Material shown section start

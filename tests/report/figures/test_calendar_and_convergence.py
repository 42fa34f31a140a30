"""The calendar, the convergence and the map of any field show what they are given, at both widths."""

import numpy as np
import pytest
import xarray as xr
from matplotlib.collections import QuadMesh
from matplotlib.figure import Figure

from massfit.errors import InputError
from massfit.report.figures.convergence import convergence_figure
from massfit.report.figures.coverage_calendar import coverage_calendar
from massfit.report.figures.field_map import field_map
from massfit.results.chains import chain_diagnostics

WIDTHS = [pytest.param(180.0, id="page"), pytest.param(85.0, id="column")]
MONTHS = np.arange("2015-01", "2017-07", dtype="datetime64[M]").astype("datetime64[ns]")


def coverage(sites: int, name: str = "site") -> xr.Dataset:
    share = np.full((sites, MONTHS.size), 1.0)
    share[0, :3], share[0, 3:6], share[-1, 6:9] = np.nan, 0.0, 0.6
    return xr.Dataset(
        {"share": (("site", "month"), share), "deployed": (("deployment",), MONTHS[[3]])},
        {
            "site": [f"{name} {k}" for k in range(sites)],
            "month": MONTHS,
            "site_of_deployment": (("deployment",), [f"{name} 0"]),
        },
    )


def chains(quantities: int) -> xr.Dataset:
    rng = np.random.default_rng(2)
    scales = {f"s_{k}": (("chain", "draw"), rng.gamma(4.0, size=(4, 400))) for k in range(quantities - 2)}
    phasor = rng.standard_normal((4, 400, 2))
    return chain_diagnostics(
        xr.Dataset({"member_annual_phasor": (("chain", "draw", "component"), phasor), **scales}, attrs={"walkers": 4})
    )


def stays_on_the_sheet(figure: Figure) -> bool:
    box, (width, height) = figure.get_tightbbox(), figure.get_size_inches()
    return bool(box.x0 >= -0.01 and box.y0 >= -0.01 and box.x1 <= width + 0.01 and box.y1 <= height + 0.01)


@pytest.mark.parametrize("width_mm", WIDTHS)
@pytest.mark.parametrize("sites", [1, 18, 60])
def test_the_calendar_has_a_cell_for_every_month_with_data(sites: int, width_mm: float) -> None:
    figure = coverage_calendar(coverage(sites, "a rather long name of site"), width_mm=width_mm)
    calendar, count = figure.axes
    (mesh,) = [each for each in calendar.collections if isinstance(each, QuadMesh)]
    shown = np.ma.array(mesh.get_array()).reshape(sites, MONTHS.size)
    assert np.ma.getmaskarray(shown)[0, :3].all()
    assert np.ma.getmaskarray(shown).sum() == 3
    steps = mesh.norm(shown)
    # darker with more, in four steps
    assert [int(steps[0, 3]), int(steps[-1, 6]), int(steps[-1, 12])] == [0, 2, 3]
    assert count.get_ylim()[1] > sites - 1
    assert stays_on_the_sheet(figure)
    assert figure.get_size_inches()[1] * 25.4 < 297.0  # a page of A4


@pytest.mark.parametrize("width_mm", WIDTHS)
def test_the_steps_of_the_calendar_differ_in_grey(width_mm: float) -> None:
    figure = coverage_calendar(coverage(3), width_mm=width_mm)
    (mesh,) = [each for each in figure.axes[0].collections if isinstance(each, QuadMesh)]
    grey = np.array([np.dot(mesh.cmap(k)[:3], [0.299, 0.587, 0.114]) for k in range(4)])  # ITU-R BT.601
    assert (np.diff(grey) < -0.1).all()


def test_an_empty_calendar_is_drawn() -> None:
    empty = xr.Dataset(
        {"share": (("site", "month"), np.zeros((0, 0)))}, {"site": np.array([], object), "month": MONTHS[:0]}
    )
    assert stays_on_the_sheet(coverage_calendar(empty))


@pytest.mark.parametrize("width_mm", WIDTHS)
@pytest.mark.parametrize("quantities", [2, 6, 7])
def test_the_convergence_shows_every_chain_and_both_limits(quantities: int, width_mm: float) -> None:
    content = chains(quantities)
    figure = convergence_figure(content, words={"s_0": "site scatter"}, width_mm=width_mm)
    *traces, memory, rhat, effective = figure.axes
    assert [len(axes.lines) for axes in traces] == ([4] * quantities if width_mm > 100.0 else [])
    for axes, wanted in zip(reversed(traces), content["trace"].values, strict=False):
        # a hundred steps are drawn as sixty means: forty of two steps, then twenty of one
        drawn = np.array([line.get_ydata() for line in axes.lines])
        assert drawn.shape == (4, 60)
        assert drawn[:, 0] == pytest.approx(wanted[:, :2].mean(axis=1))
        assert drawn[:, 40:] == pytest.approx(wanted[:, 80:])
    assert [text.get_text() for text in rhat.get_yticklabels()][:2] == ["in phase", "quadrature"]
    assert rhat.lines[0].get_xdata() == pytest.approx(content["rhat"].values)
    assert effective.lines[1].get_xdata() == pytest.approx(content["ess_tail"].values)
    assert "> 1.01" in rhat.get_title(loc="left")
    assert len(memory.get_legend().get_texts()) == quantities
    assert stays_on_the_sheet(figure)


def test_convergence_that_could_not_be_judged_is_drawn_too() -> None:
    content = chains(3)
    content["rhat"][:], content["ess_bulk"][:], content["ess_tail"][:] = np.nan, np.nan, np.nan
    assert stays_on_the_sheet(convergence_figure(content))


def field(latitude: np.ndarray, longitude: np.ndarray) -> xr.DataArray:
    values = np.add.outer(latitude, 0.0 * longitude)
    return xr.DataArray(values, {"lat": latitude, "lon": longitude}, ("lat", "lon"), "height", {"units": "mm"})


@pytest.mark.parametrize("width_mm", WIDTHS)
def test_a_field_is_drawn_where_it_is_in_any_order(width_mm: float) -> None:
    # the value of a cell is its latitude: upside down, other convention of longitudes, a part of the world
    north_first = field(np.arange(59.5, -60.0, -1.0), np.arange(-179.5, 180.0))
    figure = field_map(north_first, {"A": (-11.0, 205.5)}, width_mm=width_mm)
    image = figure.axes[0].images[0]
    west, east, south, north = image.get_extent()
    shown = np.ma.array(image.get_array())
    rows = south + (np.arange(len(shown)) + 0.5) * (north - south) / len(shown)
    known = ~np.ma.getmaskarray(shown).all(axis=1)
    assert rows[known].min() > -60.0
    assert rows[known].max() < 60.0
    assert shown.mean(axis=1).compressed() == pytest.approx(rows[known])
    assert (east - west, south, north) == (360.0, -90.0, 90.0)
    assert figure.axes[1].get_xlabel() == "height / mm"
    assert stays_on_the_sheet(figure)


def test_a_field_without_an_ocean_or_of_another_shape_is_refused() -> None:
    inland = field(np.arange(45.0, 55.0), np.arange(75.0, 85.0))
    with pytest.raises(InputError, match="no value on the ocean is finite"):
        field_map(inland)
    with pytest.raises(InputError, match="Must be \\('lat', 'lon'\\)"):
        field_map(inland.T)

Material shown section end

Lines with "approx": return each one from the data above.

> Solved exercise:
        assert drawn[:, 0] == pytest.approx(wanted[:, :2].mean(axis=1))
        assert drawn[:, 40:] == pytest.approx(wanted[:, 80:])
    assert rhat.lines[0].get_xdata() == pytest.approx(content["rhat"].values)
    assert effective.lines[1].get_xdata() == pytest.approx(content["ess_tail"].values)
    assert shown.mean(axis=1).compressed() == pytest.approx(rows[known])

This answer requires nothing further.